Uricase-based combo therapy promising for refractory gout
Half of gout patients receiving novel uricase analogue infusions, along with a proprietary rapamycin formulation, got their serum urate controlled in two phase III studies presented at EULAR 2023.
SEL-212 combines a pegylated form of uricase called pegadricase with “an immune-tolerizing nanoencapsulated rapamycin,” explained study author Dr Herbert Baraf of the Center for Rheumatology and Bone Research in Wheaton, Maryland, US during his presentation.
The rationale was that all uricase products appeared to inherently induce the formation of anti-drug antibodies which diminish their effectiveness. This has been the case with pegloticase, which is US FDA-approved for chronic gout refractory to conventional therapy in adult patients.
This is where the immunosuppressant rapamycin comes in. Rapamycin, administered 30 minutes prior to pegadricase infusion, is intended to forestall any immune reaction to the enzyme.
The two trials tested two doses of pegadricase (0.15 or 0.10 mg/kg) while the rapamycin dose was kept at 0.2 mg/kg. Infusions were given every 4 weeks for 6 months. [EULAR 2023, abstract LB0002]
Patients had gout flares, tophi, or gouty arthritis
The primary efficacy outcome in both studies was serum urate level. Treatment response was defined as serum urate below 6 mg/dL at least 80 percent of the time in multiple measurements taken during the treatment period.
Patients enrolled had at least three gout flares in the previous 18 months, one or more tophi, or a current diagnosis of gouty arthritis.
“Additionally, they must have failed to achieve serum urate control with at least one xanthine oxidase inhibitor and have not been exposed to uricase-based therapy,” Baraf shared. Serum uric acid had to be at least 7 mg/dL. Participants were balanced for age, BMI, and sex across treatment groups.
“Patients received steroids, antihistamines, and other agents around the infusions to suppress short-term reactions. Prophylaxis against gout flares was also provided,” he added.

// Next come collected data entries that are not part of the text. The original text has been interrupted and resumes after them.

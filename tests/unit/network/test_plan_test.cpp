#include "network/tracer/test_plan.hpp"

#include <gtest/gtest.h>

#include <algorithm>
#include <cmath>

namespace stillzone::network {
namespace {

/// A exp(-k t) with constant error: two samples at t = 0 and t = 1/k. Source: Box and Lucas (1959),
/// Biometrika 46:77-90.
TEST(OptimalDesign, AnExponentialDecayIsSampledAtZeroAndAtItsTimeConstant) {
  const double k = 0.25;
  std::vector<double> times;
  std::vector<double> rows;
  for (int i = 0; i <= 400; ++i) {
    const double t = 0.05 * i;
    times.push_back(t);
    rows.push_back(std::exp(-k * t));
    rows.push_back(-7.0 * t * std::exp(-k * t));
  }
  const auto chosen = optimal_design({rows}, {2}, times, {}, 2, 0.01);
  ASSERT_EQ(chosen.size(), 2U);
  EXPECT_NEAR(times[chosen[0]], 0.0, 1e-12);
  EXPECT_NEAR(times[chosen[1]], 1.0 / k, 0.05 + 1e-12);  // the grid
}

TEST(OptimalDesign, KeepsWhatIsKeptAndTheGap) {
  std::vector<double> times;
  std::vector<double> rows;
  for (int i = 0; i <= 100; ++i) {
    times.push_back(0.1 * i);
    rows.push_back(std::exp(-0.1 * i));
  }
  const auto chosen = optimal_design({rows}, {1}, times, {70}, 4, 0.5);
  EXPECT_NE(std::ranges::find(chosen, 70U), chosen.end());
  for (std::size_t i = 1; i < chosen.size(); ++i) {
    EXPECT_GE(times[chosen[i]] - times[chosen[i - 1]], 0.5 - 1e-9);
  }
}

PlanRequest request() {
  PlanRequest plan;
  plan.test.volume = core::Volume(3000.0);
  plan.test.mean_flow = core::FlowRate(150.0);
  plan.test.dose = PulseDose{.mass = 0.0, .duration = 1.0};
  plan.test.dose_into = "feed";
  plan.test.recovery_fitted = true;
  plan.test.points.emplace_back();
  plan.test.points[0].at = "outlet";
  plan.test.points[0].error_relative = 0.03;
  plan.test.points[0].detection_limit = 0.05;
  plan.draws = 20;
  return plan;
}

TEST(TestPlan, DoseGivesTheWantedPeakInTheNominalVolume) {
  PlanRequest wanted = request();
  wanted.peak = 4.0;
  const TestPlan plan = plan_test(wanted);
  EXPECT_NEAR(plan.mass, 4.0 * 3000.0, 1e-9);
  EXPECT_NEAR(plan.peak, 4.0 / 0.8, 1e-9);  // 20 % suspected dead
}

TEST(TestPlan, ExpectedErrorOfAMixedTanksVolumeIsThatOfItsInformation) {
  // With the dose trusted one parameter is left: 1/SE^2 = sum (dC/dV / sigma)^2 at the times.
  PlanRequest wanted = request();
  wanted.test.recovery_fitted = false;
  wanted.test.dose = PulseDose{.mass = 24000.0, .duration = 0.0};
  wanted.test.points[0].error_relative = 0.0;
  wanted.test.points[0].error_absolute = 0.1;
  wanted.suspect.dead_fraction = 0.2;
  const TestPlan plan = plan_test(wanted);
  double information = 0.0;
  for (const double t : plan.times) {
    const double v = 2400.0;
    const double c = 24000.0 / v * std::exp(-150.0 * t / v);
    if (c < 0.05) continue;
    const double slope = c / v * (150.0 * t / v - 1.0);
    information += slope * slope / 0.01;
  }
  EXPECT_NEAR(plan.models[0].standard_errors[0], 1.0 / std::sqrt(information),
              1e-9 / std::sqrt(information));
}

TEST(TestPlan, SameNumbersForAnyNumberOfThreads) {
  PlanRequest wanted = request();
  wanted.threads = 1;
  const TestPlan one = plan_test(wanted);
  wanted.threads = 2;
  const TestPlan two = plan_test(wanted);
  EXPECT_EQ(one.times, two.times);
  for (std::size_t i = 0; i < one.detection.size(); ++i) {
    EXPECT_EQ(one.detection[i].power, two.detection[i].power);
  }
}

}  // namespace
}  // namespace stillzone::network
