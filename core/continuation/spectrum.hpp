#pragma once

#include <complex>
#include <optional>
#include <span>
#include <vector>

#include "core/dae/dae_system.hpp"

namespace stillzone::core {

/// How small disturbances of a steady state die out.
struct Spectrum {
  /// The eigenvalue with the largest real part [1/d]: minus the recovery rate of a stable state.
  std::complex<double> dominant;
  [[nodiscard]] bool stable() const { return dominant.real() < 0.0; }
};

/// Eigenvalues of the DAE's Jacobian with the algebraic unknowns eliminated,
///   A = J_dd - J_da J_aa^-1 J_ad   (d: differential, a: algebraic unknowns),
/// each unknown scaled by its size, by dense QR.
/// @return none beyond `most_unknowns` differential unknowns (dense work grows with the cube), for
///   a Jacobian that is not finite, or when QR does not converge
[[nodiscard]] std::optional<Spectrum> spectrum_at(DaeSystem& system, std::span<const double> y,
                                                  std::size_t most_unknowns);

/// Largest real part of the eigenvalues of a small dense matrix, row after row, n x n.
/// @return none when it is not finite or QR does not converge
[[nodiscard]] std::optional<double> spectral_abscissa(std::span<const double> matrix,
                                                      std::size_t n);

}  // namespace stillzone::core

The first trial, DISSOLVE I, involved 112 patients across 29 sites in the US, while the second, DISSOLVE II, enrolled 153 patients from 37 sites in the US, Russia, Ukraine, Georgia, and Serbia. Patients were randomly assigned to the two active drug doses or placebo. DISSOLVE I continued with a 6-month, blinded safety extension.
Baseline characteristics were similar in both studies. The patients' mean age was 55 years. Most of them were obese. Nearly all were men, with a 10–14-year history of symptomatic gout. Serum urate averaged about 8.5 mg/dL at enrolment.
The only difference was that patients in DISSOLVE II had greater gout severity, with higher mean counts of tender joints (11 vs 3) and swollen joints (5 vs 2), although these varied widely between patients in all study arms.
Better outcomes for SEL-212 than placebo
With the higher dose, the primary endpoint was achieved by 56 percent of patients in DISSOLVE I and 46 percent in the DISSOLVE II trial. The lower dose was less effective, with response rates of 48 percent and 40 percent, respectively.
In both studies, the outcomes were significantly better with SEL-212 than with placebo, which yielded responses in just about 4 percent and 11 percent of patients, respectively.
Results were similar when limited to the subgroup of patients aged 50 and older. However, in DISSOLVE I, there was a larger gap between the dosages (response rate of 65 percent with the high dose and 47 percent with the lower dose). Rates were comparable at 47 percent and 44 percent in DISSOLVE II.
“We also saw significant reductions in serum uric acid for all treatment groups vs placebo,” Baraf said. The mean percentage change was –62.3 percent and –58.3 percent in the high- and low-dose groups, respectively, in DISSOLVE I, and –58.1 percent and –52.2 percent in DISSOLVE II, respectively.
Safety data pooled from the two trials showed that 45 percent of patients irrespective of drug assignment had gout flares. Infections were reported in 23 percent, 18 percent, and 17 percent of the high-dose, low-dose, and placebo groups, respectively.
There were infrequent infusion reactions (7 percent in both active-treatment groups vs 2 percent in the placebo group). Serious adverse events were more common with SEL-212 (15 percent in the low-dose group, 7 percent with the high dose, and 2 percent with placebo). There were four anaphylaxis episodes reported.
The 6-month safety extension of the DISSOLVE I trial showed that 75 percent of patients who completed 6 months of SEL-212 treatment as responders were still on treatment at 12 months, with no infusion reactions or safety signals.
The best is yet to come
Baraf said more data are being awaited with enthusiasm on the clinical secondary endpoints targeted by SEL-212 therapy. This early, its manufacturer is already looking at US license applications next year.